Speed Sightseeing in the Land of Fire and Ice
July 31st, 2009 by Megan D. Brown
The famous Icelandic singer Bjork calls her native country an “emotional landscape.” Indeed it is, and although a proper experience of Iceland requires a lot more than thirty six hours, the long summer days offer a great opportunity for an action packed sample that explores southern portions of Iceland and ends in the capital, Reykjavik.
Iceland, the size of Kentucky, owes some of its stark contrasts-green rolling hills, moonscape, volcanoes, waterfalls, geysers and glaciers-to the coming together and (for the past 10,000 years) drifting apart of the American and Eurasian tectonic plates.

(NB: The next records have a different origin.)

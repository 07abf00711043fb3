/**
 * One switching period of the exact periodic steady state at nominal input and full load: inductor
 * currents, switch node and coupling capacitor, switch and rectifier currents, output ripple; then each
 * signal's average, RMS and extremes in a table (the numbers behind the plots), and the downloads.
 */
import type { FC } from 'hono/jsx';
import type { SimulationResult } from '../../src/simulate/types.ts';
import { formatPercent, formatSi, formatSiShort } from '../../src/units/format.ts';
import { type Outcome, SimSection, SimulationMessage } from '../candidate-waves.tsx';
import { TimePlot } from '../plots/time-plot.tsx';
import { type Duties, type SignalGroup, steadyGroups } from './signal-groups.ts';

export interface SteadyDownloads {
  csvHref: string;
  jsonHref: string;
}

const NOISE = 1e-9;
const si = (x: number, unit: string) => formatSi(Math.abs(x) < NOISE ? 0 : x, unit, 3);

function unitOf(signal: string): 'A' | 'V' {
  return signal.endsWith('.i') ? 'A' : 'V';
}

const MetricsTable: FC<{ result: SimulationResult; groups: SignalGroup[] }> = ({ result, groups }) => {
  const shown = [...new Set(groups.flatMap((g) => g.traces.map((t) => t.signal)))].filter(
    (s) => result.metrics[s],
  );
  return (
    <div class="table-scroll">
      <table class="data sim-metrics">
        <thead>
          <tr>
            <th>Signal</th>
            <th class="num">Average</th>
            <th class="num">RMS</th>
            <th class="num">Minimum</th>
            <th class="num">Maximum</th>
            <th class="num">Peak-to-peak</th>
          </tr>
        </thead>
        <tbody>
          {shown.map((s) => {
            const m = result.metrics[s];
            const u = unitOf(s);
            return (
              <tr>
                <td>{s}</td>
                <td class="num">{si(m.avg, u)}</td>
                <td class="num">{si(m.rms, u)}</td>
                <td class="num">{si(m.min, u)}</td>
                <td class="num">{si(m.max, u)}</td>
                <td class="num">{si(m.max - m.min, u)}</td>
              </tr>
            );
          })}
        </tbody>
      </table>
    </div>
  );
};

function rippleCaption(r: SimulationResult, limitV: number | undefined): string {
  const m = r.metrics['out.v'];
  if (!m) return 'Output ripple over one period.';
  const pp = formatSiShort(m.max - m.min, 'V', 3);
  const limit = limitV !== undefined ? ` (spec limit ${formatSiShort(limitV, 'V', 3)})` : '';
  return `Output ripple over one period: ${pp} peak to peak${limit}.`;
}

export const SteadySection: FC<{
  outcome: Outcome<SimulationResult>;
  duties: Duties;
  downloads: SteadyDownloads;
  /** The spec's output ripple limit, peak to peak (V). */
  rippleLimitV?: number;
}> = ({ outcome, duties, downloads, rippleLimitV }) => {
  if (!outcome.ok) {
    return (
      <SimSection id="waveforms" ok={false}>
        <SimulationMessage message={outcome.message} />
      </SimSection>
    );
  }
  const r = outcome.value;
  const outAvg = r.metrics['out.v']?.avg ?? 0;
  const groups = steadyGroups(r.signals, outAvg, duties);
  const period = 1 / r.fswHz;
  return (
    <SimSection id="waveforms" ok={true}>
      <p class="sim-lead">
        Nominal input {formatSiShort(r.vinV, 'V', 3)}, full load {formatSiShort(r.ioutA, 'A', 3)}: duty{' '}
        {formatPercent(r.duty)}
        {r.duty2 > 0 ? `, second duty ${formatPercent(r.duty2)}` : ''}, one period of{' '}
        {formatSiShort(period, 's', 3)} at {formatSiShort(r.fswHz, 'Hz', 3)}. Exact periodic steady state of
        the switched circuit (piecewise-linear engine), not an average.
      </p>
      <div class="sim-plots">
        {groups.map((g) => (
          <TimePlot
            caption={g.key === 'ripple' ? rippleCaption(r, rippleLimitV) : `${g.title} over one period.`}
            timeS={r.timeS}
            traces={g.traces}
            unit={g.unit}
            quantity={g.quantity}
          />
        ))}
      </div>
      <MetricsTable result={r} groups={groups} />
      <p class="sim-downloads">
        Download this period: <a href={downloads.csvHref}>CSV</a> · <a href={downloads.jsonHref}>JSON</a>
      </p>
    </SimSection>
  );
};
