/**
 * Solve the three-interval averaged model with one leg's duty held at leg[LEG_HELD]: `fix = 'd3'` holds
 * the boost leg (solve D1), `fix = 'd1'` holds the buck leg (solve D3); the operating point (Vin, Iout,
 * T/L) comes from `out`. leg[LEG_LIMIT] (NaN: none) is the region test's bound on the free duty —
 * D1 ≤ limit, or D3 ≥ limit — and lets the iteration stop early with BEYOND when the fixed point clearly
 * misses it. Returns FAILED when the duty leaves [0, 1] or the iteration runs away (drops too large).
 */
function solveWithLegHeld(d: Design, r: FourSwitchDrops, fix: 'd1' | 'd3', out: FourSwitchPoint): number {
  const vin = out.vinV;
  const vout = Math.abs(d.voutV);
  const iout = out.ioutA;
  const tOverL = out.tOverL;
  const held = leg[LEG_HELD];
  const limit = leg[LEG_LIMIT];
  const rA = r.rq1Ohm + r.rlOhm + r.rq3Ohm;
  const rB = r.rq1Ohm + r.rlOhm + r.r4Ohm;
  const rC = r.r2Ohm + r.rlOhm + r.r4Ohm;
  const eA = vin;
  const eB = vin - vout - r.vf2V;
  const eC = -vout - r.vf2V - r.vf1V;
  let d1 = fix === 'd1' ? held : Math.min(1, (vout * (1 - held)) / vin);
  let d3 = fix === 'd3' ? held : Math.min(0.99, Math.max(0, 1 - (held * vin) / vout));
  let il = iout / (1 - d3);
  let dA = 0;
  let dB = 0;
  let dC = 0;
  const iScale = Math.max(Math.abs(iout), 1e-12);
  let change = Number.POSITIVE_INFINITY;
  // the last completed iterate's edge currents and interval voltages, written to `out` on the way out
  let i0 = 0;
  let dIA = 0;
  let dIB = 0;
  let vA = 0;
  let vB = 0;
  let vC = 0;
  let done = 0;
  let status = FAILED;
  for (; done < MAX_ITER; done++) {
    const nA = eA - rA * (il + dA);
    const nB = eB - rB * (il + dB);
    const nC = eC - rC * (il + dC);
    let n1 = d1;
    let n3 = d3;
    if (fix === 'd3') {
      const den = nB - nC;
      if (!(den > 0)) break;
      n1 = (d3 * (nB - nA) - nC) / den;
    } else {
      const den = nA - nB;
      if (!(den > 0)) break;
      n3 = -(d1 * nB + (1 - d1) * nC) / den;
    }
    const fA = n3;
    const fB = n1 - n3;
    const fC = 1 - n1;
    if (fA < -FRACTION_SLACK || fB < -FRACTION_SLACK || fC < -FRACTION_SLACK || !(fB + fC > 0)) break;
    // ripple shape from iL = 0 at the start of A; offset i0 from the output charge balance
    const nIA = nA * fA * tOverL;
    const nIB = nB * fB * tOverL;
    const muA = 0.5 * nIA;
    const muB = nIA + 0.5 * nIB;
    const muC = 0.5 * (nIA + nIB);
    const mu = fA * muA + fB * muB + fC * muC;
    const n0 = (iout - fB * muB - fC * muC) / (fB + fC);
    const ilNext = n0 + mu;
    if (!Number.isFinite(ilNext) || n3 >= 1) break;
    const last = change;
    change = Math.abs(n1 - d1) + Math.abs(n3 - d3) + Math.abs(ilNext - il) / iScale;
    d1 = n1;
    d3 = n3;
    il = ilNext;
    dA = muA - mu;
    dB = muB - mu;
    dC = muC - mu;
    i0 = n0;
    dIA = nIA;
    dIB = nIB;
    vA = nA;
    vB = nB;
    vC = nC;
    if (change < TOL) {
      status = SOLVED;
      done++;
      break;
    }
    if (change < 0.5 * last) {
      // contracting: the fixed point is within one last change of here (see the header)
      const margin = EARLY_MARGIN * change;
      if (fix === 'd3' ? d1 > limit + margin : d3 < limit - margin && d3 > margin && fB + fC > margin) {
        status = BEYOND;
        done++;
        break;
      }
    }
  }
  // a 2-cycle at rounding level still counts as converged
  if (done === MAX_ITER && change < ROUNDING_TOL) status = SOLVED;
  out.converged = status === SOLVED;
  wroteOut = done > 0;
  if (wroteOut) {
    out.d1 = d1;
    out.d3 = d3;
    out.ilA = il;
    out.i0A = i0;
    out.i1A = i0 + dIA;
    out.i2A = i0 + dIA + dIB;
    out.vAV = vA;
    out.vBV = vB;
    out.vCV = vC;
  }
  return status;
}

/**
 * Region and loss-inclusive duties at the operating point in `out` (vinV, ioutA, tOverL: switching
 * period over the inductance, s/H), CCM, in the order of the header comment.
 */
export function solveFourSwitch(d: Design, r: FourSwitchDrops, out: FourSwitchPoint): void {
  // The buck and boost regions have two intervals, where the fixed point has a closed form; the
  // iteration below serves the transition region (and anything the closed forms do not settle).
  const buck = solveBuckClosed(d, r, out);
  if (buck === IN_REGION) return;
  const boost = solveBoostClosed(d, r, out);
  if (boost === IN_REGION) return;
  // Both two-interval solutions exist and miss their regions: the transition region, as the iteration's
  // own region tests would conclude (same fixed points). Otherwise let the iteration sort it out.
  if (buck === OUTSIDE && boost === OUTSIDE && solveTransition(d, r, out, true, false)) return;
  solveFourSwitchByIteration(d, r, out);
}

/** Outcomes of the closed forms: the point is in the region (out written), has a solution outside it, or none. */
const IN_REGION = 0;
const OUTSIDE = 1;
const NO_SOLUTION = 2;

Hike this divide, the Almanagja fissure in Thingvellir National Park. The first parliament was formed here in 930 A.D., making Iceland the world’s oldest parliamentary democracy. On Thingvallavatn, the country’s largest freshwater lake, fishing is permitted and brown trout caught here may weigh in at thirty pounds. It helps to like fish in Iceland.
An eruption of the hot spring at the Geysir geothermal field is well worth the wait. Just as I was about to abandon my mission, I filmed a radiant globe emerging from the rocky earth. Gullfoss (“golden water”), a magnificent two-tiered waterfall is an important detour from the journey south and east. Wayward sheep seem to have the right of way on the Ring Road (Highway 1) which circles Iceland. You will also see cyclists, hikers and horseback riders. Isolated for centuries, the small and muscular Icelandic horse is a wildly beautiful pure breed.
High on the list of healthy risks to take before you die is a snowmobiling tour of the Vatnajokull, Europe’s largest glacier. Don’t try this at home! I rode passenger with a speedy and experimental guide. My decision to close my eyes while holding the side handlebars instead of the driver’s waist was the source of some undue fear and muscle pain. On a day when clouds alone made art unlike anything even the native guide had ever seen, it was well worth it. Closer to Reykjavik, the Langjokull glacier offers similar activities.
A guided boat tour of the Jokulsar glacial lagoon offers a close-up of milky white and black and bright blue icebergs that have calved from the Vatnajokull. At 1,000 years old, an iceberg chip is now the oldest thing I have ever eaten! The lagoon, a mixture of sea and salt water, does not freeze on its own but after two weeks of salt water deprivation, it froze over for the filming of the James Bond movie Die Another Day. Moviemakers take note: Iceland could use some additional stimulus dollars!
Near the southernmost tip of Iceland in the village of Vík í Mýrdal, there is a beach not to be missed. With its organ pipe basalt columns, the Halsanefshellir Cave provides a unique photo opportunity as do puffins leaving their rookery for food. A perfect marriage of sea and earth, of green and blue and black, this is a perfect respite before a night in Reykjavik.
If you visit Iceland, you may be teased about trying hakarl (putrefied shark) and Brennivin. Direct translation: burning spiritus. Locals dissuaded me from trying both, but some Americans I ran into in Reykjavik bought me a shot of Brennivin, also known as “Black Death.” At forty percent alcohol-by-volume, I was happy not to be fond of it! I left the experience of hakarl to my imagination and to those who describe it as ammoniac. For food that actually tastes good, visit Vox restaurant in the Hilton Nordica. Later, a drink at Perlan offers rotating views of the cityscape and ocean as the sun makes its momentary retreat.
Were it not for the Icelandic being spoken in the background, and the occasional young man with experimental (checkered blazer over t-shirt) fashion sense, I would have thought Vegamot was a bar back home. As the night progressed and I learned more and more about my Icelandic contemporaries, the next morning’s tourist forecast looked pretty bleak. There was just no way I could have visited the Saga Museum, the Blue Lagoon, and taken a tip-only bike tour of the city all before my reluctant return to the states the following afternoon.